Charting the 1k sumTo:

  let csr0 = fromIntegral <$> take 10000 (csr!!numChart) -- summing to 1000
  let csr1 = (\x -> min x (trunc*deciles 5 csr0 !! 5)) <$> csr0
  fileSvg "other/vector1k.svg" (750,250) $ pad 1.1 $ histLine csr1

unboxed

  !asu <- (fmap U.fromList <$>) <$> sequence $ (\x -> samples x uniform mwc) . floor <$> as
  let sumu :: U.Vector Double -> Double
      sumu x = U.foldl (+) 0 x
  void $ warmup 100
  (csu,_) <- spins n tick sumu asu
  reportQuantiles csu as "other/vectoru.md"
 1.00e0:  16.0 28.6 29.6 30.4 35.8 1.02e6
 1.00e1:  3.40 5.28 5.51 7.53 8.16 1.78e5
 1.00e2:  2.46 4.13 4.16 4.20 4.21 1.62e4
 1.00e3:  2.19 2.55 2.56 3.05 3.06 1.36e3
 1.00e4:  2.17 2.17 2.52 3.01 3.32 162

Charting the 1k sumTo:

  let csu0 = fromIntegral <$> take 10000 (csu!!numChart) -- summing to 1000
  let csu1 = (\x -> min x (trunc*deciles 5 csu0 !! 5)) <$> csu0
  fileSvg "other/vectoru1k.svg" (750,250) $ pad 1.1 $ histLine csu1

storable

  !ass <- (fmap S.fromList <$>) <$> sequence $ (\x -> samples x uniform mwc) . floor <$> as
  let sums :: S.Vector Double -> Double
      sums x = S.foldl (+) 0 x
  void $ warmup 100
  (css,_) <- spins n tick sums ass
  reportQuantiles css as "other/vectors.md"
 1.00e0:  12.0 19.5 20.3 22.8 53.7 7.52e5
 1.00e1:  2.20 3.40 4.66 4.87 6.53 1.01e5
 1.00e2:  2.34 2.46 2.53 2.54 2.55 9.88e3
 1.00e3:  2.19 2.20 2.24 2.27 2.27 1.04e3
 1.00e4:  2.17 2.17 2.52 3.01 3.01 98.7

Charting the 1k sumTo:

  let css0 = fromIntegral <$> take 10000 (css!!numChart) -- summing to 1000
  let css1 = (\x -> min x (trunc*deciles 5 css0 !! 5)) <$> css0
  fileSvg "other/vectors1k.svg" (750,250) $ pad 1.1 $ histLine css1

tickf, ticka, tickfa

These functions attempt to discriminate between cycles used to compute f a (ie to apply the function f), and cycles used to force a. In experiments so far, this act of observation tends to change the number of cycles.

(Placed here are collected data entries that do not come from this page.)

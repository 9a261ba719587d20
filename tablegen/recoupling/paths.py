"""A short path of elementary moves from one coupling tree to another.

The search runs on unordered trees (a node is the frozenset of its two
parts), because an exchange is only a phase: it costs nothing and is added
afterwards, when the path is laid onto the ordered trees.  The costly moves
are re-association (a 6j, cost 4) and the four-leaf change (one 9j, cost 6,
instead of three 6j and a sum).  A* with "missing target couplings" as the
admissible estimate (a move creates at most one, a 9j at most two) finds a
cheapest path.  The number of unordered trees grows as (2n-3)!! (945 for six
leaves), so the search is bounded: beyond MAX_SEARCH trees a weighted A*
(estimate x4, short but not always shortest) takes over, and beyond its own
bound the request is refused with a TooLargeError.

The result is a :class:`Plan`: the ordered steps with every participating
value named (leaf, tree-1 or tree-2 name, or a fresh summation name), which
both the evaluation (coefficient.py) and the formula (working.py) read.
"""

from __future__ import annotations

import heapq
from functools import lru_cache
from itertools import count
from typing import NamedTuple, Union

from ..errors import TooLargeError
from .trees import Leaf, Node, Tree, TreePair, clade, nodes, tree_text

__all__ = ["Step", "Plan", "plan_path", "MAX_SEARCH"]

#: Unordered trees the exact search may visit; beyond it a greedy (weighted) search takes
#: over with the same budget, and beyond that the request is refused.
MAX_SEARCH = 5_000
_GREEDY_WEIGHT = 4
_GREEDY_SEARCH = 10 * MAX_SEARCH

Shape = Union[str, frozenset]  # unordered: a leaf name or a frozenset of two shapes
Ordered = Union[str, tuple]  # ordered: a leaf name or (left, right)

_COST_6J, _COST_9J, _PER_CLADE = 4, 6, 3


class Step(NamedTuple):
    """One move on the ordered tree, with the values it involves named.

    kind "exchange": args (x, y, z), |(x y)z> = (-1)^(x+y-z) |(y x)z>.
    kind "reassociate": args (a, b, c, e, f, g), overlap <((a b)e c)f|(a (b c)g)f>.
    kind "four-leaf": args (a, b, c, d, e, h, g, k, j), overlap of moves.four_leaf.
    ``created`` lists (name, ranges): each range is a pair of names (x, y)
    whose triangle bounds the new value; ``destroyed`` the names that go.
    """

    kind: str
    args: tuple[str, ...]
    before: str
    after: str
    created: tuple[tuple[str, tuple[tuple[str, str], ...]], ...] = ()
    destroyed: tuple[str, ...] = ()


class Plan(NamedTuple):
    """The whole path: steps, summation names, and names that must agree at the end."""

    steps: tuple[Step, ...]
    summed: tuple[str, ...]
    deltas: tuple[tuple[str, str], ...]  # (tree-1 name, tree-2 name) of one coupling
    first: str
    second: str


# -- shapes -----------------------------------------------------------------
def _ordered(t: Tree) -> Ordered:
    return t.name if isinstance(t, Leaf) else (_ordered(t.left), _ordered(t.right))


def _unordered(o: Ordered) -> Shape:
    return o if isinstance(o, str) else frozenset((_unordered(o[0]), _unordered(o[1])))


@lru_cache(maxsize=1 << 16)
def _clade(s: Shape) -> frozenset:
    if isinstance(s, str):
        return frozenset((s,))
    a, b = tuple(s)
    return _clade(a) | _clade(b)


def _clades(s: Shape) -> frozenset:
    """The leaf sets of all coupling nodes."""
    out: set = set()
    stack = [s]
    while stack:
        x = stack.pop()
        if not isinstance(x, str):
            out.add(_clade(x))
            stack.extend(x)
    return frozenset(out)


def _neighbours(s: Shape, ninej: bool):
    """(cost, shape, move) for every move at every node; move names clades."""
    if isinstance(s, str):
        return
    x, y = tuple(s)
    for child, other in ((x, y), (y, x)):
        if not isinstance(child, str):
            p, q = tuple(child)
            for stay, move in ((p, q), (q, p)):
                new = frozenset((move, other))
                yield _COST_6J, frozenset((stay, new)), ("r", _clade(s), _clade(child), _clade(new))
    if ninej and not isinstance(x, str) and not isinstance(y, str):
        a, b = tuple(x)
        c, d = tuple(y)
        for g, k in ((frozenset((a, c)), frozenset((b, d))), (frozenset((a, d)), frozenset((b, c)))):
            yield _COST_9J, frozenset((g, k)), ("9", _clade(s), (_clade(x), _clade(y)), (_clade(g), _clade(k)))
    for child, other in ((x, y), (y, x)):
        for cost, new, move in _neighbours(child, ninej):
            yield cost, frozenset((new, other)), move


def _search(start: Shape, goal: Shape, ninej: bool, leaves: int) -> list[tuple]:
    """A cheapest list of unordered moves (A*), or a short one (weighted A*) for big trees."""
    try:
        return _astar(start, goal, ninej, 1, MAX_SEARCH)
    except _Budget:
        pass
    try:
        return _astar(start, goal, ninej, _GREEDY_WEIGHT, _GREEDY_SEARCH)
    except _Budget:
        raise TooLargeError(
            f"a path between two trees of {leaves} leaves", f"more than {_GREEDY_SEARCH} trees searched",
            "the path search is bounded; split the change into smaller recouplings",
        ) from None


class _Budget(Exception):
    """The search visited MAX_SEARCH trees."""


def _astar(start: Shape, goal: Shape, ninej: bool, weight: int, budget: int) -> list[tuple]:
    target = _clades(goal)
    per = weight * (_PER_CLADE if ninej else _COST_6J)

    def h(s: Shape) -> int:
        return per * len(target - _clades(s))

    tie = count()
    frontier = [(h(start), next(tie), 0, start)]
    best = {start: 0}
    back: dict = {start: None}
    while frontier:
        _, _, g, s = heapq.heappop(frontier)
        if s == goal:
            moves = []
            while back[s] is not None:
                prev, move = back[s]
                moves.append(move)
                s = prev
            return moves[::-1]
        if g > best.get(s, g):
            continue
        if len(best) > budget:
            raise _Budget
        for cost, new, move in _neighbours(s, ninej):
            ng = g + cost
            if ng < best.get(new, ng + 1):
                best[new] = ng
                back[new] = (s, move)
                heapq.heappush(frontier, (ng + h(new), next(tie), ng, new))
    raise AssertionError("unreachable: every two trees over the same leaves are connected")


# -- laying the path onto ordered trees ---------------------------------------
class _Walker:
    """The ordered tree along the path, with a name for every coupling."""

    def __init__(self, pair: TreePair, final_names: dict, used: set) -> None:
        self.tree: Ordered = _ordered(pair.first)
        self.name = {clade(n): n.name for n in nodes(pair.first)}
        for leaf in pair.leaf_names():
            self.name[frozenset((leaf,))] = leaf
        self.final, self.used, self.fresh = final_names, used, count(1)
        self.steps: list[Step] = []
        self.summed: list[str] = []

    def text(self, o: Ordered | None = None) -> str:
        o = self.tree if o is None else o
        if isinstance(o, str):
            return o
        return f"({self.text(o[0])} {self.text(o[1])}){self.name[_oclade(o)]}"

    def new_name(self, c: frozenset, persists: bool) -> str:
        if persists:
            return self.final[c]
        while True:
            n = f"x{next(self.fresh)}"
            if n not in self.used:
                self.used.add(n)
                self.summed.append(n)
                return n

    def replace(self, c: frozenset, build) -> None:
        """Rebuild the tree with the node of leaf set c replaced by build(node)."""

        def walk(o: Ordered) -> Ordered:
            if isinstance(o, str):
                return o
            if _oclade(o) == c:
                return build(o)
            left, right = o
            if c <= _oclade(left):
                return (walk(left), right)
            return (left, walk(right))

        self.tree = walk(self.tree)

    def find(self, c: frozenset) -> Ordered:
        o = self.tree
        while _oclade(o) != c:
            o = o[0] if c <= _oclade(o[0]) else o[1]
        return o

    def exchange(self, c: frozenset) -> None:
        o = self.find(c)
        before = self.text()
        self.replace(c, lambda n: (n[1], n[0]))
        x, y = self.name[_oclade(o[0])], self.name[_oclade(o[1])]
        self.steps.append(Step("exchange", (x, y, self.name[c]), before, self.text()))

    def rotate(self, f: frozenset, e: frozenset, g: frozenset, persists: bool) -> None:
        """At node f, destroy its part e = A u B and create g = B u C."""
        node = self.find(f)
        left_is_e = _oclade(node[0]) == e
        enode = node[0] if left_is_e else node[1]
        b_clade = g & e
        # ((A B)e C)f -> (A (B C)g)f needs B on the right of e; the mirror needs it on the left
        if (_oclade(enode[1]) == b_clade) != left_is_e:
            self.exchange(e)
            node = self.find(f)
            enode = node[0] if left_is_e else node[1]
        before = self.text()
        gname = self.new_name(g, persists)
        self.name[g] = gname
        n = self.name
        if left_is_e:
            (a, b), c = enode, node[1]
            args = (n[_oclade(a)], n[_oclade(b)], n[_oclade(c)], n[e], n[f], gname)
            self.replace(f, lambda _: (a, (b, c)))
        else:
            c, (b, a) = node[0], enode
            args = (n[_oclade(c)], n[_oclade(b)], n[_oclade(a)], gname, n[f], n[e])
            self.replace(f, lambda _: ((c, b), a))
        ranges = ((n[_oclade(b)], n[_oclade(c)]), (n[_oclade(a)], n[f]))
        self.steps.append(Step("reassociate", args, before, self.text(), ((gname, ranges),), (n[e],)))

    def four_leaf(self, f: frozenset, olds: tuple, news: tuple, persists: tuple) -> None:
        """At node f = (E H), make the new pairs G = A u C and K = B u D."""
        node = self.find(f)
        g_clade, k_clade = news
        # arrange ((A B)e (C D)h)j with A, C in G and B, D in K; G is the pair holding A
        if g_clade.isdisjoint(_oclade(node[0][0])):
            g_clade, k_clade = k_clade, g_clade
            persists = persists[::-1]
        if g_clade.isdisjoint(_oclade(node[1][0])):
            self.exchange(_oclade(node[1]))
        node = self.find(f)
        before = self.text()
        (a, b), (c, d) = node
        n = self.name
        gname = self.new_name(g_clade, persists[0])
        n[g_clade] = gname
        kname = self.new_name(k_clade, persists[1])
        n[k_clade] = kname
        na, nb, nc, nd = (n[_oclade(x)] for x in (a, b, c, d))
        args = (na, nb, nc, nd, n[_oclade(node[0])], n[_oclade(node[1])], gname, kname, n[f])
        destroyed = (n[_oclade(node[0])], n[_oclade(node[1])])
        self.replace(f, lambda _: ((a, c), (b, d)))
        created = ((gname, ((na, nc),)), (kname, ((nb, nd), (gname, n[f]))))
        self.steps.append(Step("four-leaf", args, before, self.text(), created, destroyed))


@lru_cache(maxsize=1 << 16)
def _oclade(o: Ordered) -> frozenset:
    return frozenset((o,)) if isinstance(o, str) else _oclade(o[0]) | _oclade(o[1])


@lru_cache(maxsize=4096)
def plan_path(pair: TreePair, ninej: bool = True) -> Plan:
    """The steps from pair.first to pair.second (cached per pair of trees)."""
    start, goal = _unordered(_ordered(pair.first)), _unordered(_ordered(pair.second))
    moves = _search(start, goal, ninej, len(pair.leaf_names()))
    final_names = {clade(n): n.name for n in nodes(pair.second)}
    # a coupling keeps its tree-2 name only if no later move destroys it
    walker = _Walker(pair, final_names, set(pair.names()))
    for i, move in enumerate(moves):
        later_destroyed = set()
        for m in moves[i + 1:]:
            later_destroyed.update((m[2],) if m[0] == "r" else m[2])
        if move[0] == "r":
            _, f, e, g = move
            walker.rotate(f, e, g, g in final_names and g not in later_destroyed)
        else:
            _, f, olds, news = move
            walker.four_leaf(f, olds, news, tuple(c in final_names and c not in later_destroyed for c in news))
    # exchanges to reach tree 2's order, top-down
    stack: list[Tree] = [pair.second]
    while stack:
        t = stack.pop()
        if isinstance(t, Node):
            c = clade(t)
            if _oclade(walker.find(c)[0]) != clade(t.left):
                walker.exchange(c)
            stack.extend((t.left, t.right))
    deltas = tuple(
        (walker.name[c], name) for c, name in sorted(final_names.items(), key=lambda kv: kv[1])
        if walker.name[c] != name
    )
    return Plan(tuple(walker.steps), tuple(walker.summed), deltas, pair.first_text, tree_text(pair.second))
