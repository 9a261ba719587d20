"""Recoupling between binary coupling trees: coefficients, the working, matrices, LS<->jj.

trees.py (notation, strict parser) -> paths.py (a short path of moves) ->
coefficient.py (exact sum along it, moves.py) -> matrix.py, working.py, lsjj.py.
"""

from .coefficient import recoupling
from .matrix import RecouplingMatrix, recoupling_matrix

__all__ = ["recoupling", "recoupling_matrix", "RecouplingMatrix"]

Separation of the f and a effects in f a

  void $ warmup 100
  (csr2,_) <- spins n tick sumv asr
  (csvf,_) <- spins n tickf sumv asr
  (csva,_) <- spins n ticka sumv asr
  (csvfa,_) <- spins n tickfa sumv asr
  reportQuantiles csr2 as "other/vectorr2.md"
  reportQuantiles csvf as "other/vectorf.md"
  reportQuantiles csva as "other/vectora.md"
  reportQuantiles (fmap fst <$> csvfa) as "other/vectorfaf.md"
  reportQuantiles (fmap snd <$> csvfa) as "other/vectorfaa.md"

a full tick

 1.00e0:  24.0 32.1 33.2 34.0 34.6 7.21e5
 1.00e1:  7.40 8.65 8.86 8.97 9.22 1.36e5
 1.00e2:  6.74 7.14 7.25 7.27 7.31 1.48e4
 1.00e3:  6.69 6.70 6.73 6.74 6.92 1.64e3
 1.00e4:  6.52 6.54 6.91 7.94 9.04 161

just function application

 1.00e0:  14.0 29.0 29.7 30.4 35.8 1.59e6
 1.00e1:  5.20 8.13 8.23 8.88 9.21 1.44e5
 1.00e2:  7.09 7.23 7.25 7.26 7.29 1.42e4
 1.00e3:  6.53 7.81 9.05 9.05 9.14 1.92e3
 1.00e4:  6.52 6.53 6.71 7.59 9.04 197

just forcing a:

 1.00e0:  24.0 25.7 26.9 28.0 29.1 256
 1.00e1:  1.80 2.01 2.15 2.64 3.13 22.6
 1.00e2:  0.180 0.196 0.206 0.216 0.283 2.32
 1.00e3:  0.0120 0.0198 0.0220 0.0229 0.0279 0.128
 1.00e4:  0.00120 0.00459 0.00524 0.00612 0.00725 0.107

the f splice of f a

 1.00e0:  16.0 29.3 30.3 33.1 34.5 1.45e6
 1.00e1:  6.80 7.98 8.13 8.23 8.49 1.44e5
 1.00e2:  6.74 7.92 8.05 9.48 9.51 6.09e5
 1.00e3:  6.53 6.71 7.60 8.76 9.06 2.58e3
 1.00e4:  6.50 6.52 6.91 9.01 9.03 277

the a slice of fa

 1.00e0:  12.0 18.7 21.0 21.8 22.5 136
 1.00e1:  1.20 1.48 2.11 2.18 2.25 12.6
 1.00e2:  0.120 0.210 0.234 0.278 0.283 3.92
 1.00e3:  0.0120 0.0207 0.0222 0.0277 0.0284 0.276
 1.00e4:  0.00120 0.00540 0.00625 0.00718 0.00806 0.102
  pure ()

helpers

showxs :: [Double] -> Double -> Text
showxs qs m =
          sformat (" " % Formatting.expt 2) m <> ": " <>
          mconcat (sformat (" " % prec 3) <$> ((/m) <$> qs))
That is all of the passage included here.